In no time, they sparked a trend, and as more men began to grow beards and man buns, the hipster movement went mainstream. The TV series Vikings provided inspiration from the sidelines.

Manufacturers of shaving products who started losing money during the hipster boom started developing beard-care products. Beard oil and beard wax were suddenly a thing and barbers started adding beard care to their hair-cutting services.

Locally, smart entrepreneurs climbed on the beard bandwagon with an manly beard product; also to allay conservatives' fear of “woke" fashion trends.

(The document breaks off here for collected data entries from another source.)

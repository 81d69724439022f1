import { spawnSync } from 'node:child_process';
import path from 'node:path';
import { startDevDatabase } from '../dev-database.js';
import { repoRoot } from '../paths.js';
import { loadSettings } from '../settings.js';

const usage = `npm run db -- <url | migrate | migration:create | migration:check | stop>`;

/**
 * Developer database chores. `migration:create` diffs the entities against the
 * migrated dev database and writes a new migration (add it to migrations/index.ts).
 */
export async function dbCommand(args: string[]): Promise<number> {
  const settings = loadSettings();
  const log = (l: string) => console.error(l);
  const [sub] = args;
  if (!sub || !['url', 'migrate', 'migration:create', 'migration:check', 'stop'].includes(sub)) {
    console.error(`usage: ${usage}`);
    return 2;
  }
  const { cluster, url } = await startDevDatabase(settings, log);
  if (sub === 'url') console.log(url);
  if (sub === 'stop') cluster.stop();
  if (sub.startsWith('migration:')) {
    const cli = path.join(repoRoot, 'packages/db/node_modules/.bin/mikro-orm');
    const res = spawnSync(cli, [sub, ...args.slice(1)], {
      cwd: path.join(repoRoot, 'packages/db'),
      stdio: 'inherit',
      env: { ...process.env, EARMARK_DATABASE_URL: url, NODE_OPTIONS: '--import tsx' },
    });
    return res.status ?? 1;
  }
  return 0;
}
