import { Readable } from 'node:stream';
import { StimulusSpec } from '@earmark/contracts';
import { decodeWav } from '@earmark/dsp';
import { ObjectMissingError, type ObjectStore } from '@earmark/platform';
import { describe, expect, it } from 'vitest';
import { inlineViewsCompute } from '../src/compute/views-compute.js';
import type { ViewsCompute } from '../src/compute/views-tasks.js';
import { StimulusFiles, stimulusKey } from '../src/services/stimulus-files.js';

/** An object store in memory: enough of the real one's contract (missing objects throw ObjectMissingError). */
function memoryStore() {
  const objects = new Map<string, Buffer>();
  const store = {
    async put(key: string, body: Uint8Array) {
      objects.set(key, Buffer.from(body));
    },
    async getStream(key: string) {
      const body = objects.get(key);
      if (!body) throw new ObjectMissingError(`no object ${key}`);
      return { body: Readable.from([body]), size: body.length };
    },
  };
  return { objects, store: store as unknown as ObjectStore };
}

function countingCompute(): { compute: ViewsCompute; runs: string[] } {
  const inline = inlineViewsCompute();
  const runs: string[] = [];
  return { runs, compute: { run: (task, input) => (runs.push(task), inline.run(task, input)) } };
}

const read = async (body: Readable) => {
  const chunks: Buffer[] = [];
  for await (const c of body) chunks.push(c as Buffer);
  return Buffer.concat(chunks);
};

const sine = { kind: 'sine', sampleRate: 48000, seconds: 0.5, frequency: 997 } as const;

describe('stored stimulus files', () => {
  it('names a spec by its content with defaults filled in, whatever order its fields were written in', () => {
    const reordered = JSON.parse('{"frequency":997,"seconds":0.5,"kind":"sine","sampleRate":48000}') as StimulusSpec;
    const explicit = StimulusSpec.parse(sine);
    expect(stimulusKey(reordered)).toBe(stimulusKey(StimulusSpec.parse(sine)));
    // −20 dBFS is the default level: writing it out names the same file.
    expect(stimulusKey(StimulusSpec.parse({ ...sine, levelDbfs: -20 }))).toBe(stimulusKey(explicit));
    expect(stimulusKey(StimulusSpec.parse({ ...sine, frequency: 1000 }))).not.toBe(stimulusKey(explicit));
    expect(stimulusKey(explicit)).toMatch(/^stimuli\/[^/]+\/[0-9a-f]{64}\.wav$/);
  });

  it('generates a spec once, even for concurrent first downloads, then streams the stored WAV', async () => {
    const { store, objects } = memoryStore();
    const { compute, runs } = countingCompute();
    const files = new StimulusFiles(store, compute);
    const spec = StimulusSpec.parse(sine);
    const [a, b] = await Promise.all([files.open(spec), files.open(spec)]);
    expect(runs).toEqual(['renderStimulusWav']);
    expect([...objects.keys()]).toEqual([stimulusKey(spec)]);
    const third = await files.open(spec);
    expect(runs).toHaveLength(1);
    const [first, second, stored] = await Promise.all([read(a.body), read(b.body), read(third.body)]);
    expect(second.equals(first)).toBe(true);
    expect(stored.equals(first)).toBe(true);
    expect(third.size).toBe(first.length);
    // 0.5 s at 48 kHz, 32-bit float as rigs play it.
    const wav = decodeWav(new Uint8Array(stored));
    expect(wav.frames).toBe(24000);
    expect(wav.format).toMatchObject({ encoding: 'float', bitsPerSample: 32 });
  });
});
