import { buildServerPackages } from '../build-js.js';
import { ensureWebBuilt } from '../web-build.js';

const log = (line: string) => console.log(`earmark: ${line}`);

/**
 * `npm run build`: the JavaScript production processes run (`npm run serve:api`,
 * `npm run serve:worker`, `npm run admin`) and the web app's static files.
 */
export async function buildCommand(): Promise<number> {
  await buildServerPackages(log);
  ensureWebBuilt(log, { force: true });
  log('built. Start with `npm run serve:api` and `npm run serve:worker` (docs/operations.md).');
  return 0;
}
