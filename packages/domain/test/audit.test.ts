import { describe, expect, it } from 'vitest';
import { changedFields } from '../src/services/audit.service.js';

describe('changedFields (what an audit row records for an edit)', () => {
  it('keeps only the fields whose value changes, with both values', () => {
    const current = { name: 'Music EQ', channelMap: [0, 1], analysis: { window: 'hann', fftSize: 8192 } };
    const patch = { name: 'Music EQ', channelMap: [1, 0], analysis: { window: 'hann', fftSize: 16384 }, description: undefined };
    expect(changedFields(current, patch)).toEqual({
      before: { channelMap: [0, 1], analysis: { window: 'hann', fftSize: 8192 } },
      after: { channelMap: [1, 0], analysis: { window: 'hann', fftSize: 16384 } },
    });
  });

  it('records a field that was absent as null before', () => {
    expect(changedFields({}, { note: 'first' })).toEqual({ before: { note: null }, after: { note: 'first' } });
  });

  it('is empty when nothing changes', () => {
    expect(changedFields({ a: 1, b: [1, 2] }, { a: 1, b: [1, 2] })).toEqual({ before: {}, after: {} });
  });
});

What “ruffian" wouldn't want to lift a glass of (Buffelsfontein) brandy while using Buffelsfontein Beard Oil?

The beard’s high water mark

In an article in The Guardian in 2022, Tim Dowling wrote about the high-water mark of the beard movement: 2013. At that year's Academy Awards, hair starred on the chins of Ben Affleck, George Clooney, Bradley Cooper and Paul Rudd. The streets abounded with full-bearded men and man buns.

But the more mainstream and predictable the hipster look became, the more reluctant the true rebels became about their beards. There is still a joke floating around on social media about a hipster who complained that an online newspaper used a photo of him… that later turned out to be someone else.

It seemed the new beard movement was starting to wane.

A woolly pandemic

But then the pandemic happened and loads of men let their facial hair grow behind their masks.

And because beards — despite the hipsters — are mostly associated with giving up on personal grooming, many men reached for their razors post-lockdown.

Is the era of the beard now over? I thought so, but I recently saw a photo of singer Joe Black on social media and involuntarily wondered if that beard might have its own nervous system and digestive tract. And despite my beard bias, I have to confess that I think that looooong beard works for him.

Something of everything

In the third decade of the 21st century there is something of everything again, like on the tram ticket pictures in 19th-century America. Clean faces, goatees, full beards and bushy beards. And, thank the gods, few sideburns.

Whatever hairstyle men want to grow on their faces, I have one request. Please, you ruffian, let the barber tame those facial hairs for you.